According to notes composed by McFadden and forwarded to the town's attorney, Dusenbery first contacted her on April 27, asking if her marriage license was valid. But McFadden told her she had no marriage license for the two on file.
"This indicated to me that the license may have been taken out but the marriage may never have taken place," wrote McFadden.
Later that day, Dusenbery visited the town clerk's office with the marriage license, which McFadden had signed in October 2010. Not only was the officiant block unsigned, the license was laminated, wrote McFadden.
The office of vital records told McFadden to fill out a new marriage license and have the officiant sign it.
McFadden also recalled that Dusenbery told her twice that Maureen O'Neil, a Justice of the Peace in Bennington, married them, not Mary Cain.
But when contacted by the Reformer, O'Neil said that's simply not true.
"I did not marry them," she said.
McFadden called vital records once more, explained the situation and put a hold on the marriage certificate, which is its current status.
"I would never have sent it in if I knew the officiant had not witnessed the marriage that she/he signed off on," wrote McFadden.
McFadden told the Reformer that Dusenbery told her at least 20 people attended the ceremony, but no one has submitted affidavits to her as verification.
"The bottom line is, Mary is saying she didn't perform the marriage," McFadden said. "She should've never signed that piece of paper."
Windham County State's Attorney Tracy Shriver told the Reformer she cannot comment on ongoing investigations and wouldn't say whether Dusenbery or Cain are facing criminal charges.
Even if the marriage certificate was valid, there is also some question about whether the marriage itself would have even been legal.
Lisa Nasca, who lives in New York State, said that though she and Martin had been separated for about six years, they were never legally divorced.
"I'm Michael Martin's widow," she said.
Nasca said the two were married in Arizona, but shortly after the birth of their child, Martin left her. Nasca said she was his fifth wife.
"His real love was his work," she said.
He left for Indianapolis, where he met Dusenbery, Nasca said, who insisted that she is the one who asked for the divorce and that Martin never filed any paperwork.
But Martin's sister, Joann Berno, gave the Reformer a different account.
Berno, who was made the executor of Martin's estate following his death, said her brother had filed divorce paperwork, and he and Nasca had a settlement in place.
He never knew he wasn't divorced from Nasca, she said.
"There was a settlement agreement but her attorney failed to file the paperwork with the court," Berno said. "She could get up to 50 percent of Michael's estate, but in the settlement paperwork, she gave up any rights to his estate."

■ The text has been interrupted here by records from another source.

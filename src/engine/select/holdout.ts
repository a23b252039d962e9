/**
 * How many periods selection holds back, and from how many origins.
 *
 * Default holdout (our rule): base = min(horizon, seasonLength); then reduced so the
 * earliest training part, n - holdout - (origins - 1), still holds T points, where T is
 * the largest training requirement among the candidates that could be trained at all
 * (requirement <= n - origins). The holdout never goes below 1. So a 30-month history
 * keeps 24 months of training for the seasonal models and holds back 6.
 *
 * A holdout given by the caller is kept unless it leaves fewer than 2 training points at
 * the earliest origin; then origins and holdout are reduced (with a warning).
 */
export interface HoldoutPlan {
  readonly holdout: number
  readonly origins: number
  /** Set when the caller's holdout/origins had to be reduced. */
  readonly reduced: boolean
}

export const MIN_TRAINING = 2

/**
 * Rolling origins when the request sets none: the horizon's count (at most `max`) for a
 * frequency without a season, else 1.
 *
 * Without a season the default holdout is one period (min(horizon, seasonLength) = 1), so
 * one origin would rank the candidates on a single error. Rolling the origin back one
 * period at a time gives one one-step error per step of the horizon, about the evidence a
 * seasonal history gets from its season-long holdout (rolling-origin evaluation: Tashman
 * 2000, IJF 16(4), from memory). Decided on the M3 training split (bench/RESULTS.md,
 * "Rolling origins without a season"): yearly OWA 0.900 -> 0.874 and "other" 0.732 -> 0.653,
 * against 0.883 and 0.722 with 3 origins and 0.882 and 0.673 with one holdout of the
 * horizon's length; for seasonal series more origins did not help (monthly 0.897 -> 0.899
 * with 3), so they keep one.
 */
export function defaultHoldoutOrigins(seasonLength: number, horizon: number, max: number): number {
  return seasonLength === 1 ? Math.max(1, Math.min(horizon, max)) : 1
}

export function defaultHoldout(
  n: number,
  horizon: number,
  seasonLength: number,
  origins: number,
  requirements: readonly number[],
): number {
  const base = Math.max(1, Math.min(horizon, seasonLength))
  const trainable = requirements.filter((r) => r <= n - origins)
  const target = Math.max(MIN_TRAINING, ...trainable)
  return Math.max(1, Math.min(base, n - (origins - 1) - target))
}

export function planHoldout(
  n: number,
  horizon: number,
  seasonLength: number,
  requestedHoldout: number | undefined,
  requestedOrigins: number,
  requirements: readonly number[],
): HoldoutPlan {
  let origins = requestedOrigins
  if (requestedHoldout === undefined) {
    while (origins > 1 && n - 1 - (origins - 1) < MIN_TRAINING) origins--
    const holdout = defaultHoldout(n, horizon, seasonLength, origins, requirements)
    return { holdout, origins, reduced: origins !== requestedOrigins }
  }
  let holdout = requestedHoldout
  while (origins > 1 && n - holdout - (origins - 1) < MIN_TRAINING) origins--
  while (holdout > 1 && n - holdout - (origins - 1) < MIN_TRAINING) holdout--
  return { holdout, origins, reduced: holdout !== requestedHoldout || origins !== requestedOrigins }
}
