/**
 * Writes openapi/openapi.json from the zod route schemas (`npm run openapi`),
 * then the client types generated from it (test/client/almanac-api.ts).
 * Needs no Redis: the app is built with a gateway that is never called.
 * test/http/openapi.test.ts fails when either committed file drifts.
 */
import { mkdirSync, writeFileSync } from 'node:fs'
import { dirname } from 'node:path'
import { fileURLToPath } from 'node:url'
import { renderOpenApiDocument } from '../src/http/openapi-document.js'
import { renderClientTypes } from './client-types.js'

const write = (relative: string, text: string) => {
  const target = fileURLToPath(new URL(relative, import.meta.url))
  mkdirSync(dirname(target), { recursive: true })
  writeFileSync(target, text)
  process.stdout.write(`wrote ${relative.replace('../', '')}\n`)
}

const doc = await renderOpenApiDocument()
write('../openapi/openapi.json', doc)
write('../test/client/almanac-api.ts', await renderClientTypes(doc))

It's unclear at this time what legal rights Nasca may have, but Berno said she's confident that Nasca doesn't have any.
"Lisa has no claim to anything ... we have paperwork where she signed off on everything," Berno said.
At this time, Martin's will has not been adjudicated and it is unclear if any of his life insurance policy or other compensation funds have been disbursed.
Despite the disagreement between Nasca and Berno, Nasca said she wanted to make one thing perfectly clear.
"I don't want Michael depicted as a horrible man," said Nasca. "He died a hero."